**Activity**
Each line of the listing below that includes "empty" should be reported.

**Extracted information**
+++

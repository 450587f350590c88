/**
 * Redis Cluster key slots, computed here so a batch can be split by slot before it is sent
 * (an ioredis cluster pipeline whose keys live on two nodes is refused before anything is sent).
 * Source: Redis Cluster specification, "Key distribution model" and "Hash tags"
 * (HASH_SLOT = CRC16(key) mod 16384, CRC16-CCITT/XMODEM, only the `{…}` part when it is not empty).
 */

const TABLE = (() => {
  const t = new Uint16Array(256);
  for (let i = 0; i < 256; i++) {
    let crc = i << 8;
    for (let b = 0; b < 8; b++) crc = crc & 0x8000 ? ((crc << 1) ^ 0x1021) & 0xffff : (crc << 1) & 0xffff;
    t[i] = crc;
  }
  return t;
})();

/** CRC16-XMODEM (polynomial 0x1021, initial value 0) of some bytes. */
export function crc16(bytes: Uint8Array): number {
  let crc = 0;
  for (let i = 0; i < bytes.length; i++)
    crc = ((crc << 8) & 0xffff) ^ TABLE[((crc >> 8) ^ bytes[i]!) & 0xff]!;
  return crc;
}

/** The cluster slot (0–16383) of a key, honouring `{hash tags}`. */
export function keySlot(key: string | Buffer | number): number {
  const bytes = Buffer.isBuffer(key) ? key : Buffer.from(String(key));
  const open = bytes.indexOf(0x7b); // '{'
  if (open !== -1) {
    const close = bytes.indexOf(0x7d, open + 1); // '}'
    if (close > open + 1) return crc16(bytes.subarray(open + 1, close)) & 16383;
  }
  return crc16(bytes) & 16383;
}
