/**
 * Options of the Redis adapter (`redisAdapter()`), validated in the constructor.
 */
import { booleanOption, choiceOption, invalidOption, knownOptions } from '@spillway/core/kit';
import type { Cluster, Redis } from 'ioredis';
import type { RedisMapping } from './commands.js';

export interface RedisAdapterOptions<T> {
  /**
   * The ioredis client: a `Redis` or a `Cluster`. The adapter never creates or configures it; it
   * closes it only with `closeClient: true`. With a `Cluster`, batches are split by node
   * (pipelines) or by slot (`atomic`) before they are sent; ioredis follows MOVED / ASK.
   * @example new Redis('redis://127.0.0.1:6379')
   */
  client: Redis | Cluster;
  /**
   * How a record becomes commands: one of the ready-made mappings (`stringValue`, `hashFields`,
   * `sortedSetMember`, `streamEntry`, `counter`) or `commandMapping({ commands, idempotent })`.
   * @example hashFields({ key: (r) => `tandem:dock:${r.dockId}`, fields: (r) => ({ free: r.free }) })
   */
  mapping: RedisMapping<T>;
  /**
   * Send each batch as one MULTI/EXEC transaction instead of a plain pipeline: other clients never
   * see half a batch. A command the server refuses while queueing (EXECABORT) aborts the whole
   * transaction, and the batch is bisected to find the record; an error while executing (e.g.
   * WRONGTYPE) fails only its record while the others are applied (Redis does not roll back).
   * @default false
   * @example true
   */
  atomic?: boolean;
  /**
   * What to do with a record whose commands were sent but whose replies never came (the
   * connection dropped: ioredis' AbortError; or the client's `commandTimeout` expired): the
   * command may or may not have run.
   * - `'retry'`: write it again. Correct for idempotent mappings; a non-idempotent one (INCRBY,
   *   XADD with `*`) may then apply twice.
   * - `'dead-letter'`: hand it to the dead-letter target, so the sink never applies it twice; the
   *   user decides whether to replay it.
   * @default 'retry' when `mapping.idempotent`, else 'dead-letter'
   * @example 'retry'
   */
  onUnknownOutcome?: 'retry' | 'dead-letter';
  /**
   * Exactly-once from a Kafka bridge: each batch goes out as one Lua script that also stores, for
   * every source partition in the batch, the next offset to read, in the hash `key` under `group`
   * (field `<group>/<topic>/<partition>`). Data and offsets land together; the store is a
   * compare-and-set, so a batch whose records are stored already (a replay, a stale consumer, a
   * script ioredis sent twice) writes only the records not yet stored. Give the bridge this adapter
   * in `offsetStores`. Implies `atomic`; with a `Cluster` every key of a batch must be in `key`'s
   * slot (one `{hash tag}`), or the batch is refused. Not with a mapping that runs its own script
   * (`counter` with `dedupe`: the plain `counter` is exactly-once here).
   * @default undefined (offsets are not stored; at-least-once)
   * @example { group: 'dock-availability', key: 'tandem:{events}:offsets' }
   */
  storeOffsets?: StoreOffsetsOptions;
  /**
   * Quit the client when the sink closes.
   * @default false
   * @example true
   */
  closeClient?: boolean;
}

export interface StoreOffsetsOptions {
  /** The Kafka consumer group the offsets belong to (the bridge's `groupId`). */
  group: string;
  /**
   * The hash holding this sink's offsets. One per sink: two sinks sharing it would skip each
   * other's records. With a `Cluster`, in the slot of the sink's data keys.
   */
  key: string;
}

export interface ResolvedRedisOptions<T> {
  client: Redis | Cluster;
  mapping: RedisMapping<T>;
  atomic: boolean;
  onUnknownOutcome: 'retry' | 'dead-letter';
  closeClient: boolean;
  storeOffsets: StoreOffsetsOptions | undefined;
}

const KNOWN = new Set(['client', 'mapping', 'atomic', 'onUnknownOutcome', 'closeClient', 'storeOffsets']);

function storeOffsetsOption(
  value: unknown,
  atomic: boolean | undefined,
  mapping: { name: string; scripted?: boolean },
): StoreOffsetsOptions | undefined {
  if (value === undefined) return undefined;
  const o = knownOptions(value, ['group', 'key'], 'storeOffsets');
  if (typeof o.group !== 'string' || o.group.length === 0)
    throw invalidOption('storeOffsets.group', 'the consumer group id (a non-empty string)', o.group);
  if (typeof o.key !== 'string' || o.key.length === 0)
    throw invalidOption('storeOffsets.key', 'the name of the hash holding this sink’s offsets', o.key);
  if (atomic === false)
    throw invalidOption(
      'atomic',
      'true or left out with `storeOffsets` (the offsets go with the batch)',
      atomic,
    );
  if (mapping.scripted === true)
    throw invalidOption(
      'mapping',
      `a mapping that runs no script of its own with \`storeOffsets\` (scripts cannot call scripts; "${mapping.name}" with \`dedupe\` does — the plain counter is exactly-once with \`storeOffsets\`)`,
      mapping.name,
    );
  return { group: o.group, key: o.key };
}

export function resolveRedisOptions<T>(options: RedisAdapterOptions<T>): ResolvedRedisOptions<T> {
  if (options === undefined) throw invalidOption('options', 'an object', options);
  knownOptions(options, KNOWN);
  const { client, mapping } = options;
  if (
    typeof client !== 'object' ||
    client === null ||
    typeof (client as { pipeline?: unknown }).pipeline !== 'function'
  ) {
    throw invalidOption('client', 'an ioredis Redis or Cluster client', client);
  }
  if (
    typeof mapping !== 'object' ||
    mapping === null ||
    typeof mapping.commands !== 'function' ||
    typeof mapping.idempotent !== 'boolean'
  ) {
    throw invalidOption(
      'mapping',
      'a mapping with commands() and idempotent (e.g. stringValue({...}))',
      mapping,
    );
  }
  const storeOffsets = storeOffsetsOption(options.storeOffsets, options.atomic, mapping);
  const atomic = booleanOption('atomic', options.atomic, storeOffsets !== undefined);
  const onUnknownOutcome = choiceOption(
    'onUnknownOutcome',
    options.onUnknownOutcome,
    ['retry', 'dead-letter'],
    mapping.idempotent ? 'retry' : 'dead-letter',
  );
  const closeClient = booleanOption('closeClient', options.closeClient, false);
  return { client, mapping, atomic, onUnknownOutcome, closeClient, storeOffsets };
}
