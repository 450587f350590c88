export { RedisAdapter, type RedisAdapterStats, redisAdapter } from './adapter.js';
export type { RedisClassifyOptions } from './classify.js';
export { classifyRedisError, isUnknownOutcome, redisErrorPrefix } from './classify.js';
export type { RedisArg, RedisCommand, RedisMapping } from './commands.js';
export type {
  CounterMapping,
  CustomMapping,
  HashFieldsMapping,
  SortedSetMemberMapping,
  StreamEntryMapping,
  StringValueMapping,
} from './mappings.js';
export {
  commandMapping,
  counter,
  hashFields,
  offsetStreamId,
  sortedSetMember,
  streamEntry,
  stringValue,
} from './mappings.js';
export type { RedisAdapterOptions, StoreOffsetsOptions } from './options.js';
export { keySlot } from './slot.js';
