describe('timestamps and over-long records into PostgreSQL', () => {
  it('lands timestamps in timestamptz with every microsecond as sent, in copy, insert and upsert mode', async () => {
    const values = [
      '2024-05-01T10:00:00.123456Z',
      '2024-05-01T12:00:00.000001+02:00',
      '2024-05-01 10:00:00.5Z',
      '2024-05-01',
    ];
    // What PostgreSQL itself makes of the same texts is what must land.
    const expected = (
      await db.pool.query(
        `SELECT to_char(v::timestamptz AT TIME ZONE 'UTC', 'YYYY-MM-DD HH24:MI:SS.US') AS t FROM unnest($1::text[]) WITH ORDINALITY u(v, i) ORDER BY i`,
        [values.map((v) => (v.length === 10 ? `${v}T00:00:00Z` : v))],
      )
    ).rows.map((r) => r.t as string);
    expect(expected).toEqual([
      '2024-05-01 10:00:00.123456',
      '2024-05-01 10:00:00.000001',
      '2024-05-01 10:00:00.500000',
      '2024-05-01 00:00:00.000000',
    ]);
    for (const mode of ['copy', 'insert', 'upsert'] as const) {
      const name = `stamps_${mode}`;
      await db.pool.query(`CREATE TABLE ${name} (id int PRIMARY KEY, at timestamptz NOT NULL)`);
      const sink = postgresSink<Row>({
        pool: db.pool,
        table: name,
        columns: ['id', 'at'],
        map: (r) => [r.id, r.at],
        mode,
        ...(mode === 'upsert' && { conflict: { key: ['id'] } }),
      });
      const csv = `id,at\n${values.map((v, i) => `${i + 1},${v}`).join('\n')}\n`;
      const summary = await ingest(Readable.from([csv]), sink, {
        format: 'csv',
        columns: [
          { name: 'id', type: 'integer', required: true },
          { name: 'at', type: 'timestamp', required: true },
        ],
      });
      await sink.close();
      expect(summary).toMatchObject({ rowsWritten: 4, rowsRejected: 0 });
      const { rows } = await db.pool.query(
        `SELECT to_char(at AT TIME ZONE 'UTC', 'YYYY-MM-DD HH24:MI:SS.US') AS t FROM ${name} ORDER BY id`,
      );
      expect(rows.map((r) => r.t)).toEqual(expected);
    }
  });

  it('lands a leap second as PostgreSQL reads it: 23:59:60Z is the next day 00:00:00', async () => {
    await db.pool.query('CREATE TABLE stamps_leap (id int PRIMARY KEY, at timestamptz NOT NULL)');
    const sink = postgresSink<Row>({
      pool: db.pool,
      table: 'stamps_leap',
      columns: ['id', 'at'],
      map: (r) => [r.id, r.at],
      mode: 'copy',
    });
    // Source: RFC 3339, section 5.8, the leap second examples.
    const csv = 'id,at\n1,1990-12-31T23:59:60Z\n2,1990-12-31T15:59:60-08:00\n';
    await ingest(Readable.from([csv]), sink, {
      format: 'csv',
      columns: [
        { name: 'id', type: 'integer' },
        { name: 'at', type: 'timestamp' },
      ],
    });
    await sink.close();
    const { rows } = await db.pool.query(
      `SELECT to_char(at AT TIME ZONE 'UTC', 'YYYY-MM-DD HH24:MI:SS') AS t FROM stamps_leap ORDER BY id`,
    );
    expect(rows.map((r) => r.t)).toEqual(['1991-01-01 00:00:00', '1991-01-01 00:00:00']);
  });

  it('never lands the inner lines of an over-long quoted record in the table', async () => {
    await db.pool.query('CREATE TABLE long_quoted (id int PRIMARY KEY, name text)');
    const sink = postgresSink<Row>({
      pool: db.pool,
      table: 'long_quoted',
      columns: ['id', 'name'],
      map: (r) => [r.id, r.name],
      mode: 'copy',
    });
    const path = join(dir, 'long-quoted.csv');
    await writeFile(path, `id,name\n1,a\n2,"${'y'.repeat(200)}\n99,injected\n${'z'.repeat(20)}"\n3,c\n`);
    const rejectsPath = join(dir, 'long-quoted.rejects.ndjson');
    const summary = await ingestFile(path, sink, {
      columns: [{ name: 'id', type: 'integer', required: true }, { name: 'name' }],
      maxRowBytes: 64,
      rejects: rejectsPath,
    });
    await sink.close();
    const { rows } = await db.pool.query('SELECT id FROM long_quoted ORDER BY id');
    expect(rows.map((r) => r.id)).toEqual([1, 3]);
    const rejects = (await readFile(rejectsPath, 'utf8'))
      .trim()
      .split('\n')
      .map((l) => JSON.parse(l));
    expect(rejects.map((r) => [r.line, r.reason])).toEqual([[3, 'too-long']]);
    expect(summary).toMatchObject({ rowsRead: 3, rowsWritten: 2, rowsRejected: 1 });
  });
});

+++

**Task answer**
 * (HASH_SLOT = CRC16(key) mod 16384, CRC16-CCITT/XMODEM, only the `{…}` part when it is not empty).
    throw invalidOption('storeOffsets.group', 'the consumer group id (a non-empty string)', o.group);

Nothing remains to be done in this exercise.